My interest in writing for the saxophone goes back a long way: in 1990 a teaching colleague of mine, the late Angela Fussell, asked me to write a piece, Circular Melody, for the Colchester Institute Saxophone Choir (one of very few in the UK at that time) which was first performed at the first British Saxophone Congress at Wakefield. This commission, together with Angela’s enthusiasm, awakened my interest in this sonorous and colourful instrument, and I followed this up with Three Picasso Portraits, commissioned by the saxophone quartet Saxology, and recorded by them on CD and now available on Spotify. At the same time my son Sam’s interest in the saxophone was awakening, and I wrote Weekend for him in 1993, when he was eleven, and subsequently the much more challenging Workout, in 1997. (both of these publications are with piano accompaniment and are available in editions for alto and tenor sax). Now in his thirties and a professional saxophonist, Sam is reviving Workout, with me at the piano, for a lunch time concert on 25th October at Colchester’s Lion Walk Church.

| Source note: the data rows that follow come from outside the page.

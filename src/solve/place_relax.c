/* place_relax.c - see place_relax.h. */
#include "solve/place_relax.h"

#include <math.h>
#include <stdlib.h>
#include <string.h>

#include <lapacke.h>

struct edge {
    size_t plane;
    double complex normal; /* inside: Re(conj(normal) w) < limit */
    double limit, scale;
};

/* Everything in units of `norm` and real coordinates y: w_q = origin_q + sum of basis_i y_i. */
struct barrier {
    size_t n, rows, planes, edges;
    size_t *plane;              /* of coordinate i */
    double complex *basis;      /* of coordinate i */
    double complex *origin;     /* of plane q */
    double *curve, *slope, *flat; /* rows x n x n, rows x n, rows */
    struct edge *edge;
    const struct place_region *region;
    double *y, *trial, *gradient, *hessian, *value, *row_slope;
    double complex *w;
    double t, kappa;
    void *memory;
};

struct goal {
    double accuracy, enough, bound;
    double complex *w; /* borrowed */
    double *lambda;    /* borrowed */
};

static double dot(double complex a, double complex b)
{
    return creal(a) * creal(b) + cimag(a) * cimag(b);
}

static double complex middle(const struct place_region *region)
{
    double complex sum = 0;
    for (size_t i = 0; i < region->count; i++) {
        sum += region->corners[i] / (double)region->count;
    }
    return sum;
}

/* Bytes are handed out of one block, so that there is one allocation to check. */
static void *take(char **at, size_t bytes)
{
    void *here = *at;
    *at += (bytes + 15) / 16 * 16;
    return here;
}

static int barrier_room(struct barrier *b, const struct place_form *form,
                        const struct place_region *region)
{
    size_t edges = 0, n = 2 * form->planes, rows = form->rows;
    for (size_t q = 0; q < form->planes; q++) {
        edges += region[q].count;
    }
    size_t doubles = rows * n * n + 2 * rows * n + 2 * rows + 3 * n + 4 + (n + 1) * (n + 1);
    char *at = malloc(doubles * sizeof(double) + n * sizeof(size_t) + edges * sizeof(struct edge) +
                      (2 * n + 2) * sizeof(double complex) + 16 * 16);
    *b = (struct barrier){.rows = rows, .planes = form->planes, .region = region, .memory = at};
    if (at == NULL) {
        return -1;
    }
    b->plane = take(&at, n * sizeof *b->plane);
    b->basis = take(&at, n * sizeof *b->basis);
    b->origin = take(&at, (n / 2) * sizeof *b->origin);
    b->w = take(&at, (n / 2) * sizeof *b->w);
    b->edge = take(&at, edges * sizeof *b->edge);
    b->curve = take(&at, rows * n * n * sizeof(double));
    b->slope = take(&at, rows * n * sizeof(double));
    b->flat = take(&at, rows * sizeof(double));
    b->value = take(&at, rows * sizeof(double));
    b->row_slope = take(&at, rows * n * sizeof(double));
    b->y = take(&at, n * sizeof(double));
    b->trial = take(&at, n * sizeof(double));
    b->gradient = take(&at, (n + 1) * sizeof(double));
    b->hessian = take(&at, (n + 1) * (n + 1) * sizeof(double));
    return 0;
}

static void add_edges(struct barrier *b, size_t q)
{
    const struct place_region *region = &b->region[q];
    if (region->count == 2) {
        double complex way = region->corners[1] - region->corners[0];
        double length = cabs(way);
        way /= length;
        b->edge[b->edges++] = (struct edge){q, way, dot(way, region->corners[1]), length};
        b->edge[b->edges++] = (struct edge){q, -way, -dot(way, region->corners[0]), length};
        return;
    }
    for (size_t i = 0; i < region->count && region->count > 2; i++) {
        double complex from = region->corners[i], to = region->corners[(i + 1) % region->count];
        double complex out = -I * (to - from) / cabs(to - from);
        b->edge[b->edges++] = (struct edge){q, out, dot(out, from), cabs(to - from)};
    }
}

/* Coordinates: two where the region has an inside, one along a segment, none at a point. */
static void lay_out(struct barrier *b, const struct place_form *form, double norm)
{
    size_t m = form->planes + 1;
    for (size_t q = 0; q < b->planes; q++) {
        double stiff = 0;
        for (size_t r = 0; r < b->rows; r++) {
            stiff = fmax(stiff, creal(form->f[r * m * m + (q + 1) * m + q + 1]));
        }
        double unit = stiff > 0 ? sqrt(norm / stiff) : 1;
        const struct place_region *region = &b->region[q];
        b->origin[q] = region->disc ? 0 : middle(region);
        size_t dimensions = region->disc ? (region->radius > 0 ? 2 : 0)
                            : region->count > 2 ? 2 : region->count - 1;
        double complex way = unit;
        if (dimensions == 1) {
            way = region->corners[1] - region->corners[0];
            way *= unit / cabs(way);
        }
        for (size_t d = 0; d < dimensions; d++) {
            b->plane[b->n] = q;
            b->basis[b->n] = d ? I * way : way;
            b->y[b->n++] = 0;
        }
        add_edges(b, q);
    }
}

static void real_rows(struct barrier *b, const struct place_form *form, double norm)
{
    size_t n = b->n, m = form->planes + 1;
    for (size_t r = 0; r < b->rows; r++) {
        const double complex *f = form->f + r * m * m;
        b->flat[r] = place_form_row(form, r, b->origin) / norm;
        for (size_t i = 0; i < n; i++) {
            size_t q = b->plane[i] + 1;
            double complex slope = f[q * m];
            for (size_t p = 1; p < m; p++) {
                slope += f[q * m + p] * b->origin[p - 1];
            }
            b->slope[r * n + i] = dot(b->basis[i], slope) / norm;
            for (size_t j = 0; j < n; j++) {
                double complex pull = f[q * m + b->plane[j] + 1] * b->basis[j];
                b->curve[(r * n + i) * n + j] = dot(b->basis[i], pull) / norm;
            }
        }
    }
}

static void weights_at(const struct barrier *b, const double *y, double complex *w)
{
    memcpy(w, b->origin, b->planes * sizeof *w);
    for (size_t i = 0; i < b->n; i++) {
        w[b->plane[i]] += b->basis[i] * y[i];
    }
}

/* Row values and half slopes at y, then the barrier; INFINITY outside. */
static double barrier_at(struct barrier *b, const double *y, double t)
{
    size_t n = b->n;
    double total = b->kappa * t;
    for (size_t r = 0; r < b->rows; r++) {
        double value = b->flat[r];
        for (size_t i = 0; i < n; i++) {
            double slope = b->slope[r * n + i];
            for (size_t j = 0; j < n; j++) {
                slope += b->curve[(r * n + i) * n + j] * y[j];
            }
            b->row_slope[r * n + i] = slope;
            value += y[i] * (slope + b->slope[r * n + i]);
        }
        b->value[r] = value;
        if (!(t > value)) {
            return INFINITY;
        }
        total -= log(t - value);
    }
    weights_at(b, y, b->w);
    double rooms = 1; /* logarithms are dear: one for many edges */
    for (size_t e = 0; e < b->edges; e++) {
        double room = b->edge[e].limit - dot(b->edge[e].normal, b->w[b->edge[e].plane]);
        if (!(room > 0)) {
            return INFINITY;
        }
        rooms *= room / b->edge[e].scale;
        if (rooms < 1e-200 || rooms > 1e200) {
            total -= log(rooms);
            rooms = 1;
        }
    }
    total -= log(rooms);
    for (size_t q = 0; q < b->planes; q++) {
        double radius = b->region[q].radius;
        if (b->region[q].disc && radius > 0) {
            double room = 1 - dot(b->w[q], b->w[q]) / (radius * radius);
            if (!(room > 0)) {
                return INFINITY;
            }
            total -= log(room);
        }
    }
    return total;
}

/* Adds s * v v^T and g * v, where v is a constraint's slope in one plane's coordinates. */
static void add_push(struct barrier *b, size_t q, double complex v, double g, double s)
{
    size_t width = b->n + 1;
    for (size_t i = 0; i < b->n; i++) {
        if (b->plane[i] != q) {
            continue;
        }
        double vi = dot(b->basis[i], v);
        b->gradient[i] += g * vi;
        for (size_t j = 0; j < b->n; j++) {
            if (b->plane[j] == q) {
                b->hessian[i * width + j] += s * vi * dot(b->basis[j], v);
            }
        }
    }
}

static void push_regions(struct barrier *b)
{
    size_t width = b->n + 1;
    for (size_t e = 0; e < b->edges; e++) {
        const struct edge *edge = &b->edge[e];
        double room = edge->limit - dot(edge->normal, b->w[edge->plane]);
        add_push(b, edge->plane, edge->normal, 1 / room, 1 / (room * room));
    }
    for (size_t q = 0; q < b->planes; q++) {
        double square = b->region[q].radius * b->region[q].radius;
        if (!b->region[q].disc || square == 0) {
            continue;
        }
        double room = square - dot(b->w[q], b->w[q]);
        add_push(b, q, b->w[q], 2 / room, 4 / (room * room));
        for (size_t i = 0; i < b->n; i++) {
            if (b->plane[i] == q) {
                b->hessian[i * width + i] += 2 * dot(b->basis[i], b->basis[i]) / room;
            }
        }
    }
}

/* Gradient and Hessian in (y, t) at the current point; barrier_at(y, t) was called before. */
static void derive(struct barrier *b)
{
    size_t n = b->n, width = n + 1;
    memset(b->gradient, 0, width * sizeof(double));
    memset(b->hessian, 0, width * width * sizeof(double));
    b->gradient[n] = b->kappa;
    for (size_t r = 0; r < b->rows; r++) {
        double over = 1 / (b->t - b->value[r]);
        b->gradient[n] -= over;
        b->hessian[n * width + n] += over * over;
        for (size_t i = 0; i < n; i++) {
            double vi = 2 * b->row_slope[r * n + i] * over;
            b->gradient[i] += vi;
            b->hessian[i * width + n] -= vi * over;
            b->hessian[n * width + i] -= vi * over;
            for (size_t j = 0; j < n; j++) {
                b->hessian[i * width + j] += 2 * b->curve[(r * n + i) * n + j] * over +
                                             vi * 2 * b->row_slope[r * n + j] * over;
            }
        }
    }
    push_regions(b);
}

/* One Newton step with halving; returns the decrement, 0 when no step is left. */
static double newton_step(struct barrier *b)
{
    size_t n = b->n, width = n + 1;
    double here = barrier_at(b, b->y, b->t);
    derive(b);
    double step[width];
    for (size_t i = 0; i < width; i++) {
        step[i] = -b->gradient[i];
        b->hessian[i * width + i] *= 1 + 1e-14;
    }
    if (LAPACKE_dposv_work(LAPACK_COL_MAJOR, 'L', (int)width, 1, b->hessian, (int)width, step,
                           (int)width) != 0) {
        return 0;
    }
    double decrement = 0;
    for (size_t i = 0; i < width; i++) {
        decrement -= step[i] * b->gradient[i];
    }
    if (!(decrement > 0)) {
        return 0;
    }
    for (double size = 1; size > 1e-9; size /= 2) {
        for (size_t i = 0; i < n; i++) {
            b->trial[i] = b->y[i] + size * step[i];
        }
        double t = b->t + size * step[n];
        if (barrier_at(b, b->trial, t) <= here - 0.1 * size * decrement) {
            memcpy(b->y, b->trial, n * sizeof(double));
            b->t = t;
            return decrement;
        }
    }
    return 0;
}

static void weigh_rows(struct barrier *b, double *lambda)
{
    double sum = 0;
    barrier_at(b, b->y, INFINITY);
    for (size_t r = 0; r < b->rows; r++) {
        lambda[r] = 1 / fmax(b->t - b->value[r], 1e-300);
        sum += lambda[r];
    }
    for (size_t r = 0; r < b->rows; r++) {
        lambda[r] /= sum;
    }
}

/* The minimum of row 0 without any limit: w and its value; false where there is none. */
static bool free_minimum(const struct place_form *form, double complex *w, double *value)
{
    size_t n = form->planes, m = n + 1;
    double complex work[n * n];
    for (size_t q = 0; q < n; q++) {
        w[q] = -form->f[(q + 1) * m];
        for (size_t p = 0; p < n; p++) {
            work[p * n + q] = form->f[(q + 1) * m + p + 1];
        }
    }
    if (LAPACKE_zposv_work(LAPACK_COL_MAJOR, 'L', (int)n, 1, work, (int)n, w, (int)n) != 0) {
        return false;
    }
    *value = place_form_row(form, 0, w);
    return isfinite(*value);
}

/* One row whose free minimum lies inside every region: exact, and the common case. */
static bool minimum_inside(const struct place_form *form, const struct place_region *region,
                           double complex *w, double *bound)
{
    if (form->rows != 1 || !free_minimum(form, w, bound)) {
        return false;
    }
    for (size_t q = 0; q < form->planes; q++) {
        if (!place_region_holds(&region[q], w[q])) {
            return false;
        }
    }
    return true;
}

/* The point reached, its multipliers and what they prove. */
static void conclude(struct barrier *b, const struct place_form *form, struct place_form *blend,
                     struct goal *goal)
{
    weigh_rows(b, goal->lambda);
    weights_at(b, b->y, goal->w);
    place_form_blend(form, goal->lambda, blend);
    goal->bound = place_form_row(blend, 0, goal->w);
    for (size_t q = 0; q < form->planes; q++) {
        double complex slope = place_form_slope(blend, goal->w, q);
        goal->bound += 2 * (place_region_least(&b->region[q], slope) - dot(slope, goal->w[q]));
    }
    double complex anywhere[form->planes];
    double least;
    if (free_minimum(blend, anywhere, &least)) {
        goal->bound = fmax(goal->bound, least);
    }
}

/* The barrier's gap falls twelvefold a round, to 1e-12 norm: three orders below what counts as proven. */
static void descend(struct barrier *b, const struct place_form *form, struct place_form *blend,
                    struct goal *goal)
{
    double count = (double)(b->rows + b->edges + b->planes);
    b->t = INFINITY;
    b->kappa = 0;
    barrier_at(b, b->y, INFINITY);
    double top = 0;
    for (size_t r = 0; r < b->rows; r++) {
        top = fmax(top, b->value[r]);
    }
    b->t = top * 1.1 + 0.1;
    for (double gap = 3 * b->t; gap > 1e-12; gap /= 12) {
        b->kappa = count / gap;
        for (int i = 0; i < 30 && newton_step(b) > 1e-3; i++) {
        }
        if (gap < goal->accuracy * b->t) {
            break;
        }
        if (isfinite(goal->enough)) {
            conclude(b, form, blend, goal);
            if (goal->bound >= goal->enough) {
                return;
            }
        }
    }
    conclude(b, form, blend, goal);
}

int place_relax(const struct place_form *form, const struct place_region *region, double norm,
                double accuracy, double enough, double complex *w, double *lambda, double *bound)
{
    if (minimum_inside(form, region, w, bound)) {
        lambda[0] = 1;
        return 0;
    }
    struct barrier b;
    struct place_form blend = {0};
    int result = -1;
    if (barrier_room(&b, form, region) == 0 && place_form_init(&blend, form->planes, 1) == 0) {
        lay_out(&b, form, norm);
        real_rows(&b, form, norm);
        struct goal goal = {accuracy, enough, -INFINITY, w, lambda};
        descend(&b, form, &blend, &goal);
        *bound = goal.bound;
        result = 0;
    }
    place_form_release(&blend);
    free(b.memory);
    return result;
}

long place_relax_nodes(const struct place_form *form)
{
    /* Measured: 40 us for one row and plane, 150 us for 8 rows and 4 planes; a node takes 0.4 us. */
    return 100 + 2 * (long)(form->rows * form->planes * form->planes);
}
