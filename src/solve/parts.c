#include "solve/parts.h"

void parts_split(const double complex w[2], const double radius[2], double complex *static_part,
                 double complex *couple_part)
{
    double complex first = w[0] * radius[0], second = w[1] * radius[1];
    *static_part = (first + second) / 2;
    *couple_part = (first - second) / 2;
}

void parts_reduce(const double complex *forms, size_t rows, const double radius[2],
                  double complex *out)
{
    double map[3][2] = {{1, 0}, {0, 1 / radius[0]}, {0, 1 / radius[1]}};
    for (size_t r = 0; r < rows; r++)
        for (size_t a = 0; a < 2; a++)
            for (size_t b = 0; b < 2; b++) {
                double complex sum = 0;
                for (size_t i = 0; i < 3; i++)
                    for (size_t j = 0; j < 3; j++)
                        sum += map[i][a] * forms[(r * 3 + i) * 3 + j] * map[j][b];
                out[(r * 2 + a) * 2 + b] = sum;
            }
}
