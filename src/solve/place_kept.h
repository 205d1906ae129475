/* place_kept.h - the few best placements known, in a fixed order. */
#ifndef LOPSIDE_SOLVE_PLACE_KEPT_H
#define LOPSIDE_SOLVE_PLACE_KEPT_H

#include "solve/place_branch.h"

/* What a bound must stay below to be worth a look; INFINITY while less than PLACE_KEPT are known. */
double place_kept_cutoff(const struct place_hunt *hunt);

/* Takes hunt->load (all sites) with value J in, if it is new and good enough. Order: J (to 1e-12 norm, then
 * fewest pieces, least mass, then lowest plane, position, piece). */
void place_kept_offer(struct place_hunt *hunt, double value);

#endif
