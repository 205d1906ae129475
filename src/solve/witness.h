/* witness.h - readings that testify against the answer without having made it, in words. */
#ifndef LOPSIDE_SOLVE_WITNESS_H
#define LOPSIDE_SOLVE_WITNESS_H

#include <stdbool.h>

#include "solve/advice.h"
#include "solve/model.h"
#include "solve/remedy.h"

/* The refusal `prediction`: the reading of corrected run `run` changed against as found by more
 * than a right angle off what the runs before it predict, by the limits of `lag-follows-weight`
 * (twice the caution) and a tenth of as found. 1: so, `finding` is filled; 0: not, or nothing
 * predicts it; else an enum regress_error. */
int witness_contrary(const struct model *model, const struct model_row *row, size_t run,
                     struct advice_finding *finding) __attribute__((warn_unused_result));

/* The finding `prediction` about a reading that the fit does without, since its effect was too
 * small to solve with, against what the fit predicts for it: caution at 3 standard errors, refused
 * at 6; the scatter of a row is at least half a percent of as found. False: in order, of another
 * row, or nothing predicts it. */
bool witness_refused(const struct model *model, const struct model_row *row,
                     const struct model_reading *reading, struct advice_finding *finding);

/* The caution `correction-worse`: the amplitude of corrected run `run` is above as found by more
 * than 2 standard errors, at a sensor of the aim where the runs before it do not say that it would
 * be. The worst such sensor. 1, 0, or an enum regress_error. */
int witness_worse(const struct model *model, size_t run, struct advice_finding *finding)
    __attribute__((warn_unused_result));

/* True where a row is lost to what vet found moved (`tape-moved`, `sensor-swapped`,
 * `sensor-turned` as `cause`), since the runs of its condition visibly do not fit as they are
 * (MODEL_MISFIT) and would if it were so: every sensor for a moved tape that two
 * and more show, the pair for an exchange
 * (all of one quantity, where only one shows it), the sensor itself for a turn. */
bool witness_moved(const struct model *model, const struct model_row *row,
                   const struct remedy_cause *cause);

#endif
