#include "solve/fit.h"

#include <math.h>
#include <stdarg.h>
#include <stdio.h>
#include <string.h>

#include "solve/advice.h"
#include "solve/lighter.h"
#include "solve/misfit.h"
#include "solve/oppose.h"
#include "solve/sits.h"

#define GAP_SHOWN 0.01 /* %, our choice: less than any reading tells */

/* Whether any hole is to be drilled; its depth stands beside its placement. */
static bool has_holes(const struct answer *a)
{
    for (size_t i = 0; i < a->placement.best.count; i++) {
        const struct job_plane *plane = &a->model->job->planes[a->placement.best.items[i].plane];
        if (plane->work == WORK_REMOVE && plane->hole_m > 0)
            return true;
    }
    return false;
}

static bool only_removal(const struct answer *a)
{
    for (size_t i = 0; i < a->placement.best.count; i++)
        if (a->model->job->planes[a->placement.best.items[i].plane].work != WORK_REMOVE)
            return false;
    return a->placement.best.count > 0;
}

/* Aimed sensors that take no part: two by name and how many more. */
static void list_lost(const struct answer *a, char *text, size_t size)
{
    const struct model *m = a->model;
    size_t length = strlen(text), named = 0, more = 0;
    for (size_t r = 0; r < m->row_count; r++) {
        const struct model_row *row = &m->rows[r];
        if (!row->in_aim || row->state == MODEL_GOOD)
            continue;
        char one[120];
        int wanted = snprintf(
            one, sizeof one, named ? ", '%s' (%s)" : "; this answer does not know sensor '%s' (%s)",
            m->job->sensors[row->sensor].name, m->conditions[row->condition]);
        if (named == 2 || length + (size_t)wanted + 20 > size) {
            more++;
            continue;
        }
        named++;
        length += (size_t)snprintf(text + length, size - length, "%s", one);
    }
    if (more > 0)
        snprintf(text + length, size - length, "; and %zu more", more);
}

/* Adds a clause, whole or not at all. */
__attribute__((format(printf, 2, 3))) static void clause(struct advice_next *next,
                                                         const char *format, ...)
{
    char more[300];
    size_t length = strlen(next->text);
    va_list arguments;
    va_start(arguments, format);
    size_t wanted = (size_t)vsnprintf(more, sizeof more, format, arguments);
    va_end(arguments);
    if (wanted < sizeof more && length + wanted + 2 < sizeof next->text)
        snprintf(next->text + length, sizeof next->text - length, "%s%s", length ? "; " : "", more);
}

/* What is not proven about the placement. */
static void say_unproven(const struct answer *a, struct advice_next *next)
{
    double gap = a->placement.gap, from = a->placement.nothing;
    double better =
        100 * (sqrt(a->placement.of_all / from) - sqrt(fmax(0, a->placement.bound) / from));
    if (gap > 0 && from > 0)
        clause(next, "a better placement is not ruled out, by %s %% of the vibration at most",
               better < GAP_SHOWN ? "0.01" : judge_figure(better, 2).text);
    else if (a->placement.cut)
        clause(next, "that fewer pieces would not do as well is not proven");
}

/* Root of expected squared vibration with that choice, in % of what it is now, no finer than 0.1 %.
 */
static struct judge_figure left_of(const struct answer *a, const struct place_choice *choice)
{
    double share = 100 * sqrt(fmax(0, choice->objective) / a->placement.nothing);
    /* rounded once, as the report does */
    return share >= 9.95 ? judge_figure(share, 2) : judge_figure(round(10 * share) / 10, 2);
}

static double mass_of(const struct answer *a, const struct place_choice *choice)
{
    double mass = 0;
    for (size_t p = 0; p < a->planes; p++)
        mass += oppose_mass(choice, p);
    return mass;
}

/* Pieces that work against each other, and what doing without them costs. */
static void say_opposed(const struct answer *a, struct advice_next *next)
{
    char planes[120] = "";
    size_t length = 0;
    bool apart = false, us = a->model->job->units == UNITS_US;
    double ideal = 0, unit = us ? 0.45359237 / 16 : 1e-3;
    for (size_t p = 0; p < a->planes; p++) {
        ideal += cabs(a->weights[p]);
        if (!lighter_wanted(a, &a->placement.best, p) || length + 50 >= sizeof planes)
            continue;
        apart = apart || oppose_on(&a->placement.best, p);
        length += (size_t)snprintf(planes + length, sizeof planes - length, "%s'%s'",
                                   length ? " and " : "", a->model->job->planes[p].name);
    }
    if (!a->opposed || (!a->has_unopposed && !apart))
        return;
    if (!a->has_unopposed) {
        clause(next, "pieces on %s work partly against each other, but without that nothing helps",
               planes);
        return;
    }
    struct judge_figure without = left_of(a, &a->unopposed.best);
    struct judge_figure with = left_of(a, &a->placement.best);
    double now = mass_of(a, &a->placement.best), then = mass_of(a, &a->unopposed.best);
    const char *name = us ? "oz" : "g";
    clause(next, "pieces on %s work partly against each other (%.4g %s for an ideal of %s %s)",
           planes, now / unit, name, judge_figure(ideal / unit, 2).text, name);
    if (then < now * (1 - 1e-9))
        clause(next, "the first alternative does with %.4g %s", then / unit, name);
    else
        clause(next, "the first alternative does without");
    if (strcmp(without.text, with.text) == 0)
        clause(next, "what it leaves is the same to two digits");
    else
        clause(next, "it leaves an expected %s %% instead of %s %%", without.text, with.text);
}

/* The row of the answer that fits worst, from a caution of `linearity` on; NULL: none. */
static const struct model_row *worst_misfit(const struct answer *a, struct advice_finding *f)
{
    const struct model_row *worst = NULL;
    for (size_t r = 0; r < a->rows; r++)
        if (misfit_judge(a->model, a->row[r], f) && f->verdict != ADVICE_OK &&
            (!worst || a->row[r]->misfit > worst->misfit))
            worst = a->row[r];
    return worst && misfit_judge(a->model, worst, f) ? worst : NULL;
}

/* Runs that do not fit one set of responses: the reader is to look there before anything is fitted.
 */
static void say_misfit(const struct answer *a, struct advice_next *next)
{
    const struct model *m = a->model;
    struct advice_finding f;
    const struct model_row *worst = worst_misfit(a, &f);
    if (!worst)
        return;
    const char *run = f.run >= 0 ? m->job->runs[f.run].name : "";
    clause(next,
           "first see why the runs do not fit one set of responses (linearity, %s s.e. at "
           "sensor '%s'%s%s%s): a weight from them may be far off",
           judge_figure(worst->misfit, 2).text, m->job->sensors[worst->sensor].name,
           run[0] ? ", run '" : "", run, run[0] ? "'" : "");
}

void fit_doubt(const struct answer *a, struct advice_next *next)
{
    struct advice_finding f;
    const struct model_row *worst = worst_misfit(a, &f);
    if (worst)
        clause(next,
               "but the runs do not fit one set of responses (linearity, %s s.e. at sensor '%s'): "
               "check that what is on is what the sheet lists, before responses are kept from "
               "them",
               judge_figure(worst->misfit, 2).text, a->model->job->sensors[worst->sensor].name);
}

static bool lists_weights(const struct job *job)
{
    for (size_t r = 0; r < job->run_count; r++)
        if (job->runs[r].weight_count > 0)
            return true;
    return false;
}

void fit_step(const struct answer *a, bool trim, struct advice_next *next)
{
    const struct job *job = a->model->job;
    int mounted = job->aim.mounted;
    *next = (struct advice_next){.step = trim ? "trim" : "correct"};
    say_misfit(a, next);
    const char *drill = has_holes(a) ? "drill as placed, depths beside each placement" : NULL;
    const char *work = only_removal(a) ? drill ? drill : "remove material as placed"
                       : mounted >= 0  ? "add what is placed"
                                       : "fit what is placed";
    if (mounted >= 0 && sits_only_removed(job, (size_t)mounted))
        clause(next, "%s, then run again", work);
    else if (mounted >= 0)
        clause(next, "leave the weights of run '%s' on, %s, then run again",
               job->runs[mounted].name, work);
    else
        clause(next,
               job_removed_run(job) >= 0
                   ? "put back what runs removed, take off what was mounted, %s, then run again"
               : lists_weights(job)
                   ? "take all off that the runs list, %s, then run again"
                   : "leave all weights on that were on as found, %s, then run again",
               work);
    say_unproven(a, next);
    if (drill && !only_removal(a))
        clause(next, "%s", drill);
    if (a->static_only)
        clause(next, "the static part comes first, the couple after that run");
    if (a->model->amplitudes)
        clause(next, "found from amplitudes alone, no lag is meant");
    say_opposed(a, next);
    list_lost(a, next->text, sizeof next->text);
}

void fit_heed(const struct advice_finding *f, struct advice_next *next)
{
    struct advice_next own = *next;
    snprintf(own.text, sizeof own.text, "%s", f->text);
    clause(&own, "%.299s", next->text);
    memcpy(next->text, own.text, sizeof next->text);
}
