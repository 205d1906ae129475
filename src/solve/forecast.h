/* forecast.h - probabilities and quantiles of the amplitude of a vector that is not exactly known.
 */
#ifndef LOPSIDE_SOLVE_FORECAST_H
#define LOPSIDE_SOLVE_FORECAST_H

#include <complex.h>

/* P(|z| <= radius) for z about `mean` with covariance `cov` = [var re, cov, var im]: normal for dof
 * = INFINITY, else bivariate t with dof > 2 degrees of freedom (cov is then its squared scale).
 * With no variance at all it is 0 or 1. NaN in gives NaN. Computed by quadrature: the tangential
 * component outside (Simpson), the radial one conditional on it by erfc; t as a scale mixture of
 * normals. Error below 1e-5. */
double forecast_within(double complex mean, const double cov[3], double dof, double radius);

/* The radius with P(|z| <= radius) = p, 0 < p < 1, by bisection. */
double forecast_quantile(double complex mean, const double cov[3], double dof, double p);

#endif
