#include "solve/drill.h"

#include <math.h>

#include "base/angle.h"

double drill_mass(double hole, double density, double depth)
{
    if (!(hole > 0) || !(density > 0) || !(depth > 0))
        return INFINITY;
    return density * PI / 4 * hole * hole * depth;
}

double drill_depth(double hole, double density, double mass)
{
    if (!(hole > 0) || !(density > 0))
        return NAN;
    return mass / (density * PI / 4 * hole * hole);
}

Then, in 2005, I wrote a set of saxophone studies, Sixty for Sax,  but apart from arrangements of existing pieces I’ve written little else for the saxophone until now, so it was good when saxophonist Chris Gumbley invited me to contribute to his new collection, Final Whistle. The book contains four pieces by me, four by James Rae, and four by Chris Gumbley, who edited (or ‘refereed’ as he says) the book and chose the football-themed titles – mine are called ‘Kick-off’, ‘Mexican Wave’, Waltzing to Wembley’ and ‘Final Whistle’.  I had a lot of fun writing these pieces and reviving my interest in writing for the sax.
Here are the publication details. There are no recordings yet, but who knows what may happen as the book rises up the league!